Going through the data below, please show each line containing the string "required".

=======

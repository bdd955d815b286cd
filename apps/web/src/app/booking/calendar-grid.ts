import { NgTemplateOutlet } from '@angular/common';
import { ChangeDetectionStrategy, Component, computed, input, output } from '@angular/core';
import { CalendarDay, freeStretches, nextWholeHour, overlapsDay, stretchTimes, timesOnDay } from './calendar-days';

/** A row of the grid: one tunnel. */
export interface CalendarLane {
  readonly id: string;
  readonly name: string;
}

/** Something occupying a lane for a period. */
export interface CalendarEntry {
  readonly laneId: string;
  readonly period: { readonly start: string; readonly end: string };
  readonly label: string;
  readonly kind: 'booking' | 'maintenance';
}

/** A free stretch the user picked, to become the period of a form. */
export interface FreeSlot {
  readonly laneId: string;
  /** UTC instants, ISO 8601. */
  readonly start: string;
  readonly end: string;
}

interface CellItem {
  readonly times: string;
  readonly label: string;
  readonly kind: CalendarEntry['kind'] | 'free';
  readonly start: number;
  readonly end: number;
}

interface Cell {
  readonly key: string;
  readonly laneId: string;
  readonly items: readonly CellItem[];
}

/**
 * Tunnels against days. A week shows tunnels as rows and days as columns; a month turns it round
 * (days as rows) so thirty-odd days stay readable. With `chooseFree`, each free stretch still to come is a
 * button (click, Enter or Space) that hands the stretch to the page, to fill in a form's period.
 */
@Component({
  selector: 'tw-calendar-grid',
  changeDetection: ChangeDetectionStrategy.OnPush,
  imports: [NgTemplateOutlet],
  templateUrl: './calendar-grid.html',
  styles: `
    .wrap {
      overflow-x: auto;
    }
    table {
      border-collapse: collapse;
      width: 100%;
      table-layout: fixed;
    }
    th,
    td {
      border: 1px solid var(--mat-sys-outline-variant);
      padding: 4px;
      vertical-align: top;
      text-align: left;
      min-width: 110px;
    }
    th {
      font: var(--mat-sys-label-large);
      background: var(--mat-sys-surface-container);
    }
    .entry {
      display: block;
      border-radius: var(--mat-sys-corner-extra-small);
      padding: 2px 4px;
      margin-bottom: 2px;
      background: var(--mat-sys-primary-container);
      color: var(--mat-sys-on-primary-container);
      font: var(--mat-sys-body-small);
    }
    .entry.maintenance {
      background: var(--mat-sys-tertiary-container);
      color: var(--mat-sys-on-tertiary-container);
    }
    .free {
      color: var(--mat-sys-on-surface-variant);
      font: var(--mat-sys-body-small);
    }
    .free-slot {
      display: block;
      width: 100%;
      margin-bottom: 2px;
      padding: 2px 4px;
      border: 1px dashed var(--mat-sys-outline);
      border-radius: var(--mat-sys-corner-extra-small);
      background: transparent;
      color: var(--mat-sys-on-surface-variant);
      font: var(--mat-sys-body-small);
      text-align: left;
      cursor: pointer;
    }
    .free-slot:hover {
      background: var(--mat-sys-surface-container-high);
    }
    .free-slot:focus-visible {
      outline: 3px solid var(--mat-sys-primary);
      outline-offset: 1px;
    }
  `,
})
export class CalendarGrid {
  readonly days = input.required<readonly CalendarDay[]>();
  readonly lanes = input.required<readonly CalendarLane[]>();
  readonly entries = input<readonly CalendarEntry[]>([]);
  /** The lab's IANA zone the days are cut in. */
  readonly timeZone = input.required<string>();
  /** Whether free stretches still to come can be chosen. */
  readonly chooseFree = input(false);
  /** The present, in ms; free time before the lab clock's next whole hour cannot be chosen. */
  readonly now = input<number>(Date.now());
  /** Emitted with the free stretch the user chose. */
  readonly freeChosen = output<FreeSlot>();

  /** Whether days run down the side (month) rather than across (week). */
  protected readonly daysAsRows = computed(() => this.days().length > 7);

  /** cells()[lane][day]. */
  protected readonly cells = computed<Cell[][]>(() => {
    const zone = this.timeZone();
    const notBefore = nextWholeHour(this.now(), zone);
    return this.lanes().map((lane) => {
      const onLane = this.entries().filter((entry) => entry.laneId === lane.id);
      return this.days().map((day): Cell => {
        const busy = onLane.filter((entry) => overlapsDay(entry.period, day));
        const items: CellItem[] = busy.map((entry) => ({
          times: timesOnDay(entry.period, day, zone),
          label: entry.label,
          kind: entry.kind,
          start: Date.parse(entry.period.start),
          end: Date.parse(entry.period.end),
        }));
        if (this.chooseFree()) {
          for (const stretch of freeStretches(busy.map((entry) => entry.period), day, notBefore)) {
            const times = stretchTimes(stretch, day, zone);
            items.push({ times, label: `Use ${lane.name}, ${day.label}, ${times} for the period`, kind: 'free', ...stretch });
          }
        }
        return { key: `${lane.id}-${day.date}`, laneId: lane.id, items: items.sort((a, b) => a.start - b.start) };
      });
    });
  });

  protected choose(cell: Cell, item: CellItem): void {
    this.freeChosen.emit({ laneId: cell.laneId, start: new Date(item.start).toISOString(), end: new Date(item.end).toISOString() });
  }
}
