import { provideHttpClient } from '@angular/common/http';
import { HttpTestingController, provideHttpClientTesting } from '@angular/common/http/testing';
import { TestbedHarnessEnvironment } from '@angular/cdk/testing/testbed';
import { TestBed } from '@angular/core/testing';
import { MatButtonHarness } from '@angular/material/button/testing';
import { MAT_DIALOG_DATA, MatDialogRef } from '@angular/material/dialog';
import { MatFormFieldHarness } from '@angular/material/form-field/testing';
import { MatInputHarness } from '@angular/material/input/testing';
import { PeriodChangeDialog, type PeriodChange } from './period-change-dialog';
import { bookingFixture, fixtureBookingId } from './testing/booking-fixtures';

async function open(change: PeriodChange) {
  const closed: unknown[] = [];
  const booking = bookingFixture({ state: change === 'reschedule' ? 'confirmed' : 'requested', timeZone: 'Europe/London' });
  TestBed.configureTestingModule({
    imports: [PeriodChangeDialog],
    providers: [
      provideHttpClient(),
      provideHttpClientTesting(),
      { provide: MAT_DIALOG_DATA, useValue: { booking, change } },
      { provide: MatDialogRef, useValue: { close: (value: unknown) => closed.push(value) } },
    ],
  });
  const fixture = TestBed.createComponent(PeriodChangeDialog);
  fixture.detectChanges();
  await fixture.whenStable();
  const loader = TestbedHarnessEnvironment.loader(fixture);
  const input = async (label: RegExp): Promise<MatInputHarness> => {
    const control = await (await loader.getHarness(MatFormFieldHarness.with({ floatingLabelText: label }))).getControl(MatInputHarness);
    if (!control) throw new Error(`no input labelled ${label}`);
    return control;
  };
  return { fixture, loader, backend: TestBed.inject(HttpTestingController), closed, input, text: () => (fixture.nativeElement as HTMLElement).textContent ?? '' };
}

describe('PeriodChangeDialog', () => {
  afterEach(() => TestBed.inject(HttpTestingController).verify());

  it('moves a confirmed booking: says the customer gets the replacing calendar entry, posts the period in lab time and closes with the booking', async () => {
    const { loader, backend, closed, input, text } = await open('reschedule');
    expect(text()).toContain('Move the booking');
    expect(text()).toContain('Booked for:');
    expect(text()).toContain('updated calendar entry that replaces the old one');
    await (await input(/^Start/)).setValue('2030-10-08T09:00');
    await (await input(/^End/)).setValue('2030-10-08T17:00');
    await (await input(/^Note to the customer/)).setValue('  The balance is needed elsewhere.  ');
    await (await loader.getHarness(MatButtonHarness.with({ text: 'Move booking' }))).click();
    const sent = backend.expectOne(`/api/bookings/${fixtureBookingId}/reschedule`);
    // Europe/London keeps summer time (UTC+1) until the last Sunday of October (IANA time zone database).
    expect(sent.request.body).toEqual({ start: '2030-10-08T09:00:00+01:00', end: '2030-10-08T17:00:00+01:00', note: 'The balance is needed elsewhere.' });
    const moved = bookingFixture({ state: 'confirmed' });
    sent.flush(moved);
    expect(closed).toEqual([moved]);
  });

  it('offers another period for a request, and shows the server’s reason when the period is taken', async () => {
    const { fixture, loader, backend, closed, input, text } = await open('counter-proposal');
    expect(text()).toContain('Offer another period');
    expect(text()).toContain('Asked for:');
    await (await input(/^Start/)).setValue('2030-10-08T09:00');
    await (await input(/^End/)).setValue('2030-10-08T08:00');
    await (await loader.getHarness(MatButtonHarness.with({ text: 'Offer this period' }))).click();
    expect(text()).toContain('The end must be after the start.');
    backend.expectNone(() => true);

    await (await input(/^End/)).setValue('2030-10-08T12:00');
    await (await loader.getHarness(MatButtonHarness.with({ text: 'Offer this period' }))).click();
    backend
      .expectOne(`/api/bookings/${fixtureBookingId}/counter-proposal`)
      .flush({ title: 'Period taken', detail: 'Tunnel 1 is booked from 09:00 to 11:00 that day.' }, { status: 409, statusText: 'Conflict' });
    fixture.detectChanges();
    await fixture.whenStable();
    expect(text()).toContain('Tunnel 1 is booked from 09:00 to 11:00 that day.');
    expect(closed).toEqual([]);
  });
});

=======

• Problem solution
  readonly days = input.required<readonly CalendarDay[]>();
  readonly lanes = input.required<readonly CalendarLane[]>();
  readonly timeZone = input.required<string>();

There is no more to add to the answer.